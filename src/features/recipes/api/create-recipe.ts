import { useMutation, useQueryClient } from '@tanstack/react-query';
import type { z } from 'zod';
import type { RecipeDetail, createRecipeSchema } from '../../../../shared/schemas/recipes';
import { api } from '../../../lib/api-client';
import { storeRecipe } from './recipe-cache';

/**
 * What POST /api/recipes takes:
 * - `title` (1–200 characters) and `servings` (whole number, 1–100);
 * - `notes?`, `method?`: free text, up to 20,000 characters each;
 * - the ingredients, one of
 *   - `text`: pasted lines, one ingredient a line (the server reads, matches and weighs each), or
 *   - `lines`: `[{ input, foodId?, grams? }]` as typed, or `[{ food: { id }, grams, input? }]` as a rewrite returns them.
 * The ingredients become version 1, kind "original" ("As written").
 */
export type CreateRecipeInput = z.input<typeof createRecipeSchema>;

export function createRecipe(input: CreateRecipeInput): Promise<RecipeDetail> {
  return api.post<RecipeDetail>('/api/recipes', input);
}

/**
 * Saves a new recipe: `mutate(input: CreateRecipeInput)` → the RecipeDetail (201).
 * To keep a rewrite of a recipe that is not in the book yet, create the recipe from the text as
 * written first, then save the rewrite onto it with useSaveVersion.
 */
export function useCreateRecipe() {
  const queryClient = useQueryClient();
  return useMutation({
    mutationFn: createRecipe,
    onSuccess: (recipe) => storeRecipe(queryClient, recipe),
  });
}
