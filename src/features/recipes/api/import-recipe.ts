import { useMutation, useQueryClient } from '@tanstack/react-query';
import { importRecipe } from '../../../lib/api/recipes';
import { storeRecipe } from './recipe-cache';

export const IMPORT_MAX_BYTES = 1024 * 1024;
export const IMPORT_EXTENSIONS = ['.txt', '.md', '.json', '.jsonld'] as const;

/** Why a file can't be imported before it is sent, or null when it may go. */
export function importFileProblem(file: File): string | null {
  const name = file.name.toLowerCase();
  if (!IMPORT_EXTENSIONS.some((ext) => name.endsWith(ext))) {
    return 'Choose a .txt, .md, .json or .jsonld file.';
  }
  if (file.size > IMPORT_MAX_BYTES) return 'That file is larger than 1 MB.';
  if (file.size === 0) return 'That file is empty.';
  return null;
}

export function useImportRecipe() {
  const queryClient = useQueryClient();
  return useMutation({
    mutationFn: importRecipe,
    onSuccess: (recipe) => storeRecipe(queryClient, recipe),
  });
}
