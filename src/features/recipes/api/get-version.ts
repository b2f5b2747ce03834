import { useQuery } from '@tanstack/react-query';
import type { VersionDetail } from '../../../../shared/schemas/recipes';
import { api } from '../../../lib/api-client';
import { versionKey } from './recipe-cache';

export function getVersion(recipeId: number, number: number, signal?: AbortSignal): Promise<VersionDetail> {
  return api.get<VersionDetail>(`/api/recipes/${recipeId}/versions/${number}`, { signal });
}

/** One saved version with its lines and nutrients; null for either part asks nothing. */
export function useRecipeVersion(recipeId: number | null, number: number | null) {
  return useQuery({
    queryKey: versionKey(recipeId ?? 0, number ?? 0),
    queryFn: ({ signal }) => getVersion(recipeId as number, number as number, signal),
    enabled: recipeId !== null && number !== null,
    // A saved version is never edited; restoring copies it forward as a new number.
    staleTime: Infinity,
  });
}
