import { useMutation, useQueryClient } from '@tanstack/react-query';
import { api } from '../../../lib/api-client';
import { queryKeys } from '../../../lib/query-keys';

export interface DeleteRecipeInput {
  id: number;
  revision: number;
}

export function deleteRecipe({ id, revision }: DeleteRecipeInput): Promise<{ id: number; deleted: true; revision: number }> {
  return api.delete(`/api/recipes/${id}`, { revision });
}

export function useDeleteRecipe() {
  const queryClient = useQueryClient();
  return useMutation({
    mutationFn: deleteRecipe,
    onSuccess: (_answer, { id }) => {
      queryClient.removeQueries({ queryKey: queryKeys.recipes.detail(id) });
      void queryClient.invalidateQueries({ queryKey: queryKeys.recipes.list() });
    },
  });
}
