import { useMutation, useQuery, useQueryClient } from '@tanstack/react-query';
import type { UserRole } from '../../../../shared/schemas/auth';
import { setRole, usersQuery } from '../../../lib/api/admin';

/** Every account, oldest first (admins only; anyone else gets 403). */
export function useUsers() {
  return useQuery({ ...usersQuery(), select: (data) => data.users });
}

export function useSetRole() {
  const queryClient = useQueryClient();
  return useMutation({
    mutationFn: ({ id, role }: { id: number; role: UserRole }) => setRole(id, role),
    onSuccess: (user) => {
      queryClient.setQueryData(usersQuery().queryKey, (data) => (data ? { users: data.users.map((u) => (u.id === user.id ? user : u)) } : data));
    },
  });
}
□ □ □ □ □
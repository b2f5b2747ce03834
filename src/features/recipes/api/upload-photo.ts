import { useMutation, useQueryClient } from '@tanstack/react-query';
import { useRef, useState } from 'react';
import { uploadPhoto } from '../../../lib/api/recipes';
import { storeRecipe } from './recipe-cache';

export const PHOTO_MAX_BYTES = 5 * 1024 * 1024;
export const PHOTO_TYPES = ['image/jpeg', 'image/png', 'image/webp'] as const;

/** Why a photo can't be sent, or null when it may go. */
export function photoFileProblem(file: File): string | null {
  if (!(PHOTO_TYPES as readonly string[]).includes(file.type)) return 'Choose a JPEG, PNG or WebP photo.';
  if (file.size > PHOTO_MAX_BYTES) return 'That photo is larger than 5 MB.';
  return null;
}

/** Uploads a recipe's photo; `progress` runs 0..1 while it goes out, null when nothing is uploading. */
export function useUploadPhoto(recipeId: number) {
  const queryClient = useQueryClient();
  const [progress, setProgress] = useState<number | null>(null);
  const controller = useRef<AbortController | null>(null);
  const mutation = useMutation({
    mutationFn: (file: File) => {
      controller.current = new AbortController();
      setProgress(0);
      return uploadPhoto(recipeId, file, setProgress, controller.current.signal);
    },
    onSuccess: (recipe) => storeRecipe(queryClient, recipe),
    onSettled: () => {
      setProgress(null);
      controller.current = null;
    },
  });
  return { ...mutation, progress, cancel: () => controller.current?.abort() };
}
□ □ □ □ □
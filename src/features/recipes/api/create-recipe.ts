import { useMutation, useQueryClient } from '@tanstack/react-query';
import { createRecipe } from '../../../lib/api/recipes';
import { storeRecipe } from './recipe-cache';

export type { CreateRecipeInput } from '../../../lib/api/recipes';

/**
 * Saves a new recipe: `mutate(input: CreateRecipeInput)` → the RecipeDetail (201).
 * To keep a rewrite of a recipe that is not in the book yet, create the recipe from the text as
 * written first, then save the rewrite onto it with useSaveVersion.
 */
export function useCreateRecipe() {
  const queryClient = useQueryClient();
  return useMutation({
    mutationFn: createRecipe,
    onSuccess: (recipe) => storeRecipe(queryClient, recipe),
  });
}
□ □ □ □ □
Each line of the listing that contains the word "data" must be counted. Give only the resulting figure.

**Answer for the task:**
2